START Input data

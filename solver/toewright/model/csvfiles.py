"""Plain tables of points: columns point, x, y, z."""

from __future__ import annotations

import csv
import io
from pathlib import Path

import numpy as np

from toewright.core.types import FloatArray
from toewright.model.axle import POINT_NAMES, Axle
from toewright.model.errors import InputError
from toewright.model.files import read_text


def points_to_csv(axle: Axle, side: str = "left") -> str:
    """One corner's points as CSV text: point, x, y, z in mm, ISO 8855 axes, full precision."""
    corner = axle.corner(side)
    stream = io.StringIO()
    writer = csv.writer(stream, lineterminator="\n")
    writer.writerow(["point", "x", "y", "z"])
    for name in POINT_NAMES[corner.kind]:
        writer.writerow([name, *(repr(float(v)) for v in corner.points[name])])
    return stream.getvalue()


def points_from_csv(path: str | Path) -> dict[str, FloatArray]:
    """Points of a table as ``points_to_csv`` writes it: name to (3,) mm.

    Raises:
        InputError: if the file can't be read, or a row is not a name and three finite numbers, or a name comes twice.
    """
    place = Path(path)
    rows = list(csv.reader(io.StringIO(read_text(place))))
    if not rows or [cell.strip().lower() for cell in rows[0]] != ["point", "x", "y", "z"]:
        raise InputError(f"{place}: line 1 must be 'point,x,y,z'; for a table of another shape use `toewright import`")
    points: dict[str, FloatArray] = {}
    for number, row in enumerate(rows[1:], start=2):
        if not any(cell.strip() for cell in row):
            continue
        try:
            name, values = row[0].strip(), np.array([float(cell) for cell in row[1:]])
        except ValueError:
            values = np.empty(0)
            name = row[0].strip()
        if values.shape != (3,) or not np.all(np.isfinite(values)) or not name:
            raise InputError(
                f"{place}: line {number} is not a name and three numbers: {','.join(row)[:60]!r}; correct it"
            )
        if name in points:
            raise InputError(f"{place}: line {number}: {name} comes a second time; remove one")
        points[name] = values
    return points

END Input data

- **Aim of the task**
Out of the material above, select every line that holds the string "InputError".

- **Exercise solution**
from toewright.model.errors import InputError
        InputError: if the file can't be read, or a row is not a name and three finite numbers, or a name comes twice.
        raise InputError(f"{place}: line 1 must be 'point,x,y,z'; for a table of another shape use `toewright import`")
            raise InputError(
            raise InputError(f"{place}: line {number}: {name} comes a second time; remove one")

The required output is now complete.